When last have you dusted off one of the SM25's?


----------



## Rob Fisher (2/5/17)

boxerulez said:


> When last have you dusted off one of the SM25's?



It's been a while... just had a look in the display cabinet and there seems to only be one left!

Reactions: Funny 1


----------



## boxerulez (2/5/17)

Rob Fisher said:


> It's been a while... just had a look in the display cabinet and there seems to only be one left!


  
I have none left.

Since the Birret came Its been RDAs all the way... no need for any other tanks.

Birret and exo clone in car.... dripping at desk and at home.
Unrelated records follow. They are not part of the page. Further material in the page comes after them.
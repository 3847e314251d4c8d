"""Where the testbenches run: a Dask LocalCluster on this machine (one single-threaded worker process per
core: ngspice is single-threaded and a worker process dying takes only its own task down), or a Dask
scheduler already running elsewhere.

Dask moves a dead worker's tasks to the others by itself; each task is one testbench, so losing a worker
costs at most the testbenches it was running. A task whose workers keep dying is given up on by the
scheduler (its `allowed-failures`) and reported as lost, never waited on forever.
"""

from __future__ import annotations

import contextlib
import logging
import os
from collections.abc import Iterable, Iterator

from ampfront.optimize.simulator.tasks import LOOP, OPEN_LOOP, STEP, SWING, Outcome, Task, run_task

WORKER_LOST = "worker lost"
# For a task that raised on its worker (it should not: run_task turns every simulation failure into an
# Outcome), not for killed workers, which the scheduler's allowed-failures governs.
RETRIES = 2
# The open loop first, then the swing sweep, then the slower step: a check cut short has the cheapest,
# most judged figures of every design rather than all figures of a few.
PRIORITY = {OPEN_LOOP: 2, SWING: 1, STEP: 0, LOOP: -1}
# How many times a task may be on a worker that died before the scheduler gives up on it.
ALLOWED_FAILURES = 3


class ClusterError(Exception):
    """The scheduler could not be reached or the local cluster could not start."""


def cores() -> int:
    try:
        return len(os.sched_getaffinity(0))
    except AttributeError:
        return os.cpu_count() or 1


@contextlib.contextmanager
def client(scheduler: str | None = None, workers: int | None = None, connect_timeout: float = 30.0) -> Iterator:
    import dask
    from distributed import Client, LocalCluster

    # A lost worker is reported per task in check.csv; Dask's own warnings about it would bury the result.
    quiet = logging.getLogger("distributed")
    level = quiet.level
    quiet.setLevel(logging.ERROR)
    try:
        with dask.config.set({"distributed.scheduler.allowed-failures": ALLOWED_FAILURES}):
            if scheduler:
                try:
                    made = Client(scheduler, timeout=connect_timeout)
                except (OSError, TimeoutError) as error:
                    raise ClusterError(f"--scheduler {scheduler}: no Dask scheduler answered ({error})") from None
                with made:
                    yield made
            else:
                try:
                    cluster = LocalCluster(n_workers=workers or cores(), threads_per_worker=1, processes=True,
                                           dashboard_address=None, silence_logs=logging.ERROR)
                except (OSError, TimeoutError) as error:
                    raise ClusterError(f"the local Dask cluster did not start ({error})") from None
                with cluster, Client(cluster) as made:
                    yield made
    finally:
        quiet.setLevel(level)


def run(dask_client, tasks: Iterable[Task]) -> Iterator[tuple[Task, Outcome]]:
    """Every task's outcome exactly once, in the order they finish."""
    from distributed import as_completed
    from distributed.scheduler import KilledWorker

    by_key = {}
    futures = []
    for task in tasks:
        future = dask_client.submit(run_task, task, key=f"ampfront-{task.key}", pure=False, retries=RETRIES,
                                     priority=PRIORITY.get(task.testbench, 0))
        by_key[future.key] = task
        futures.append(future)
    try:
        for future in as_completed(futures):
            task = by_key[future.key]
            try:
                outcome = future.result()
            except KilledWorker as error:
                outcome = Outcome(task.key, {}, WORKER_LOST, f"every worker that ran it died ({error})")
            except Exception as error:   # a bug of the task itself, after its retries
                outcome = Outcome(task.key, {}, "failed", f"{type(error).__name__}: {error}")
            future.release()
            yield task, outcome
    finally:
        for future in futures:   # on Ctrl-C or a caller that stopped reading: nothing left running for us
            future.cancel()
Sent from my SM-G610F using Tapatalk


----------



## Rob Fisher (2/5/17)

boxerulez said:


> I have none left.
> 
> Since the Birret came Its been RDAs all the way... no need for any other tanks.
> 
> Birret and exo clone in car.... dripping at desk and at home.



Yip Billet Box with Exocet is my go to setup 99% of the time! Most of my other fancy mods are put away in thier boxes... the only other setup that is operational is the Phantom with Skyline.


----------